With winter and snow now upon us, there is a chance some of us may be able to escape to Whakapapa or Mt Hutt. If you are taking the family, here is a project to keep them busy, appropriate resource and building consents notwithstanding.
It may help if you are a card-carrying Licensed Building Practitioner. You never know who you may meet on the snowy slopes these days.
Inuits built their igloos of any suitable material, but to the outside world the term is generally taken to mean a shelter built of snow. There were three traditional types: small, medium and large. Large could have up to five rooms and house 20 or so people. Beginning igloo builders are advised to think small.
As with all structures, you need the right materials. The snow must be well compacted to possess enough structural strength. But it must also be sufficiently yielding to be able to be worked easily. Wind-blown snow whose ice-crystals have become interlocked is the bees knees.
Put on gloves, and cut and trim a number of blocks using a long thin knife. The video (see YouTube reference at bottom of opposite page) shows the best size.
The hole the blocks come from should now be opened up to provide the lower half of the igloo. Decide on the entrance location — away from the prevailing wind is probably best — and dig a short channel into the snow from this point. This will be the entrance passage and will keep the heat in and the wind out.
Architecturally, an igloo is unique. Its dome is raised out of independent blocks leaning on each other and cut to fit in place, without using additional supports during construction.

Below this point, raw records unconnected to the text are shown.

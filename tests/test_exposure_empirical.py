"""Empirical exposure distributions and the unexposed share."""

from dataclasses import replace

import numpy as np
import pytest

from doseattr.core.exposure import empirical, estimate_unexposed, unexposed_from_count
from doseattr.errors import ModelError


def test_empirical_weights_mean_and_cdf():
    """Source: definitions of the weighted empirical distribution, computed
    with numpy.average and by counting; the integer-weight case equals the
    unweighted distribution of the repeated values (numpy)."""
    x = np.array([0.0, 1.0, 2.0, 5.0])
    m = np.array([1, 3, 2, 2])
    e = empirical(x, m)
    np.testing.assert_allclose(e.weights.sum(), 1.0, rtol=1e-15)
    np.testing.assert_allclose(e.mean(), np.average(x, weights=m), rtol=1e-14)
    rep = np.repeat(x, m)
    grid = np.array([-1.0, 0.0, 0.5, 1.0, 3.0, 5.0, 9.0])
    np.testing.assert_allclose(e.cdf(grid), [np.mean(rep <= g) if g >= 0 else 0.0 for g in grid], rtol=1e-14)
    np.testing.assert_allclose(e.zero_share, np.mean(rep == 0), rtol=1e-14)
    assert e.family.name == "empirical" and e.parameters == {} and e.fit.n == 4


def test_empirical_with_extra_unexposed_share():
    """Source: mixture with a point mass u at zero: mean (1 - u) E[X],
    P(X = 0) = u + (1 - u) P_data(X = 0)."""
    e = replace(empirical([0.0, 2.0, 4.0]), unexposed=0.25)
    np.testing.assert_allclose(e.mean(), 0.75 * 2.0, rtol=1e-14)
    np.testing.assert_allclose(e.zero_share, 0.25 + 0.75 / 3, rtol=1e-14)
    np.testing.assert_allclose(e.cdf([0.0]), [0.25 + 0.75 / 3], rtol=1e-14)


def test_bootstrap_resamples_rows_with_their_weights():
    """Source: nonparametric bootstrap (Efron 1979): each draw is n rows drawn
    with replacement; reproduced here with the same numpy Generator calls."""
    x = np.array([1.0, 2.0, 4.0, 8.0])
    w = np.array([1.0, 1.0, 2.0, 4.0])
    e = empirical(x, w)
    values, weights = e.bootstrap(np.random.default_rng(42), 500)
    assert values.shape == weights.shape == (500, 4)
    idx = np.random.default_rng(42).integers(0, 4, size=(500, 4))
    np.testing.assert_array_equal(values, x[idx])
    np.testing.assert_allclose(weights, w[idx] / w[idx].sum(1, keepdims=True), rtol=1e-15)
    # the bootstrap means scatter around the weighted mean (ratio estimator, bias O(1/n))
    means = np.sum(values * weights, axis=1)
    assert abs(means.mean() - e.mean()) < 0.1 * e.mean()


def test_empirical_refusals():
    """Source: contract."""
    with pytest.raises(ModelError, match=">= 0"):
        empirical([1.0, -2.0])
    with pytest.raises(ModelError, match="positive numbers"):
        empirical([1.0, 2.0], [1.0, 0.0])
    with pytest.raises(ModelError, match="unexposed share"):
        empirical([1.0, 2.0], unexposed=1.0)


def test_estimate_unexposed_weighted_zeros():
    """Source: weighted share of zeros = sum of zero-value weights / sum of
    weights; with integer weights, the share of zeros in the repeated data (numpy)."""
    x = np.array([0.0, 3.0, 0.0, 1.5, 2.0])
    m = np.array([2, 1, 3, 1, 1])
    share, pos, w = estimate_unexposed(x, m)
    np.testing.assert_allclose(share, np.mean(np.repeat(x, m) == 0), rtol=1e-15)
    np.testing.assert_array_equal(pos, [3.0, 1.5, 2.0])
    np.testing.assert_array_equal(w, [1, 1, 1])
    assert estimate_unexposed([1.0, 2.0])[0] == 0.0
    with pytest.raises(ModelError, match="every value is zero"):
        estimate_unexposed([0.0, 0.0])
    with pytest.raises(ModelError, match="negative"):
        estimate_unexposed([0.0, -1.0])


def test_unexposed_from_count():
    """Source: share = count / total."""
    assert unexposed_from_count(30, 120) == 0.25
    with pytest.raises(ModelError, match="whole counts"):
        unexposed_from_count(12, 12)
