"""Number formatting of the results layer (common practice: a share is
shown in percent without exponent form, and never rounded up to 100%)."""

import math

import pytest

from doseattr.results.numbers import num, share_text


@pytest.mark.parametrize("share, text", [(0.0019, "0.19%"), (0.12, "12%"), (0.999, "99.9%"),
                                         (1.0, "100%"), (0.05, "5%")])
def test_share_text(share, text):
    assert share_text(share) == text


def test_num_refuses_what_json_cannot_hold():
    assert num(None) is None and num(math.inf, open_ok=True) is None
    with pytest.raises(ValueError, match="non-finite"):
        num(math.nan)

Stack the blocks in a circle around the hollow in a spiral, in which each block becomes progressively taller. As each is stacked on earlier ones it needs to be pushed down firmly. The pressure causes the snow to melt where the blocks touch. The moisture refreezes and welds the blocks together.

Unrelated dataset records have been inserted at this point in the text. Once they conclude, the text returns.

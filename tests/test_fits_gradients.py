"""Exact per-value terms and scores of the measurement log-likelihood
(``Family.log_terms_scores``, ``likelihood.value_and_gradient``) against
scipy.stats log densities / log CDFs and finite differences of them."""

import numpy as np
import pytest
from scipy import optimize, special, stats

from doseattr.core.exposure import FAMILIES
from doseattr.core.exposure.incomplete_gamma import dlog_gammainc_da
from doseattr.core.exposure.likelihood import pool_measurements, value_and_gradient

SEED = 20261203
PARAMS = {"lognormal": [3.0, 2.2], "gamma": [1.7, 2.5], "weibull": [1.3, 4.0]}


def scipy_frozen(name, params):
    a, b = params
    if name == "lognormal":
        return stats.lognorm(s=np.log(b), scale=a)
    return {"gamma": stats.gamma, "weibull": stats.weibull_min}[name](a, scale=b)


def scipy_loglik(name, theta, x, detected, w):
    """The weighted left-censored log-likelihood built from scipy.stats."""
    dist = scipy_frozen(name, FAMILIES[name].from_internal(theta))
    return float(np.dot(w[detected], dist.logpdf(x[detected]))
                 + np.dot(w[~detected], dist.logcdf(x[~detected])))


def central(f, theta, h=1e-6):
    """Central differences (error O(h^2); common practice)."""
    out = []
    for j in range(len(theta)):
        e = np.zeros(len(theta))
        e[j] = h
        out.append((f(theta + e) - f(theta - e)) / (2 * h))
    return np.array(out)


@pytest.mark.parametrize("name", sorted(FAMILIES))
@pytest.mark.parametrize("censored", [False, True])
def test_terms_and_scores_match_scipy(name, censored):
    """Source: scipy.stats.<family>.logpdf / logcdf for the terms, and their
    central differences in the internal parameters for the scores."""
    fam = FAMILIES[name]
    x = np.random.default_rng(SEED).lognormal(1.0, 1.0, 200)
    params = np.array(PARAMS[name])
    terms, scores = fam.log_terms_scores(x, params, censored=censored)
    dist = scipy_frozen(name, params)
    np.testing.assert_allclose(terms, dist.logcdf(x) if censored else dist.logpdf(x), rtol=1e-11)
    theta = fam.to_internal(params)
    method = "logcdf" if censored else "logpdf"
    for i in range(0, 200, 17):
        def term(th, v=x[i]):
            return float(getattr(scipy_frozen(name, fam.from_internal(th)), method)(v))

        np.testing.assert_allclose(scores[i], central(term, theta), rtol=1e-6, atol=1e-8)


@pytest.mark.parametrize("name", sorted(FAMILIES))
def test_pooled_value_and_gradient_match_check_grad(name):
    """Source: the log-likelihood built from scipy.stats (value) and
    scipy.optimize.check_grad (gradient against its finite differences);
    data censored at two limits, with ties and unequal weights."""
    rng = np.random.default_rng(SEED + 1)
    x = np.round(rng.lognormal(1.0, 0.9, 400), 1) + 0.05
    dl = rng.choice([1.5, 2.5], 400)
    det = x >= dl
    x = np.where(det, x, dl)
    w = rng.uniform(0.5, 2.0, 400)
    fam = FAMILIES[name]
    pooled = pool_measurements(fam, x, det, w)
    assert pooled.limits.size == 2
    assert (pooled.summary is not None) or 0 < pooled.detects.size < det.sum()
    theta = fam.to_internal(PARAMS[name]) + 0.1
    value, grad = value_and_gradient(fam, theta, pooled)
    np.testing.assert_allclose(value, scipy_loglik(name, theta, x, det, w), rtol=1e-11)
    err = optimize.check_grad(lambda th: scipy_loglik(name, th, x, det, w),
                              lambda th: value_and_gradient(fam, th, pooled)[1], theta,
                              epsilon=1e-6)
    assert err < 1e-3 * np.linalg.norm(grad) + 1e-3


@pytest.mark.parametrize("a", [0.3, 2.0, 40.0])
def test_dlog_gammainc_da_matches_differences(a):
    """Source: central differences of log(scipy.special.gammainc) in the
    shape (step 1e-6 a), including arguments past the series range (y = 600,
    where the function differences itself and P is 1 to double precision)."""
    y = np.array([1e-3, 0.4, 3.0, 25.0, 80.0, 600.0])
    h = 1e-6 * a
    fd = (np.log(special.gammainc(a + h, y)) - np.log(special.gammainc(a - h, y))) / (2 * h)
    np.testing.assert_allclose(dlog_gammainc_da(a, y), fd, rtol=1e-6, atol=1e-9)


def test_lognormal_limit_far_below_keeps_finite_scores():
    """Source: closed form (Mills ratio, from memory): r = phi(z) / Phi(z)
    = -z / (1 - 1/z^2 + ...) as z -> -inf, so at z = -40, r = 40 to 1e-3
    and the scores (-r/s, -r z) stay finite."""
    fam = FAMILIES["lognormal"]
    s = np.log(2.0)
    x = np.array([np.exp(-40 * s)])  # gm 1, gsd 2: z = -40
    terms, scores = fam.log_terms_scores(x, np.array([1.0, 2.0]), censored=True)
    assert np.isfinite(terms).all() and np.isfinite(scores).all()
    r = -scores[0, 0] * s
    np.testing.assert_allclose(r, 40.0, rtol=1e-3)
    np.testing.assert_allclose(scores[0, 1], -r * -40.0, rtol=1e-12)


def test_weibull_limit_far_below_has_unit_rate():
    """Source: closed form: for E = (x/lambda)^k -> 0, ln(1 - e^-E) = ln E
    + O(E), so the scores tend to (u, -k) with u = ln E."""
    fam = FAMILIES["weibull"]
    x = np.array([1e-20, 1e-200])
    _, scores = fam.log_terms_scores(x, np.array([1.5, 3.0]), censored=True)
    u = 1.5 * (np.log(x) - np.log(3.0))
    np.testing.assert_allclose(scores, np.stack([u, np.full(2, -1.5)], axis=1), rtol=1e-12)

As successive layers build up, fill any residual holes with snow pushed in hard. This provides both mortar and a draught excluder. Continue until the dome is complete. Smooth the exterior with additional snow pushed firmly onto the surface.
An igloo built correctly will support the weight of a person standing on its roof. And in the traditional igloo, heat from the oil lamp causes the interior to melt slightly. The melting and refreezing builds up a layer of ice on the inner side of the dome that contributes to the strength of the igloo.
The sophisticated builder may wish to provide a window. This can be done using a single block of ice inserted in place of one of the snow blocks — after construction is completed. Ice blocks are not easy to come by adjacent to a ski field, and this is perhaps best left for igloos built on the flats, as in Central Otago.
Similarly, igloo builders need to think ahead as to door flaps. A deer or goat skin is ideal. Beds can be made of raised packed snow covered in sheep skins. The higher the beds the more they are warmed by the hot air trapped under the dome roof.
Snow is an excellent insulator. Like expanded polystyrene it comes with built-in air pockets. As a consequence, igloos are surprisingly warm and comfortable. However, heating comes entirely from body heat, and the inside temperature typically ranges from -7°C to a balmy 16°C.
Before you start it might pay to watch a segment of the 1922 documentary Nanook of the North. It shows an experienced Inuit igloo builder at work, demonstrating the use of an ivory knife to cut and trim snow blocks, the stacking of the blocks and how to make and install a window.
It is available on YouTube: www.youtube.com/watch?v=oEEOK6e1nLE&feature=related.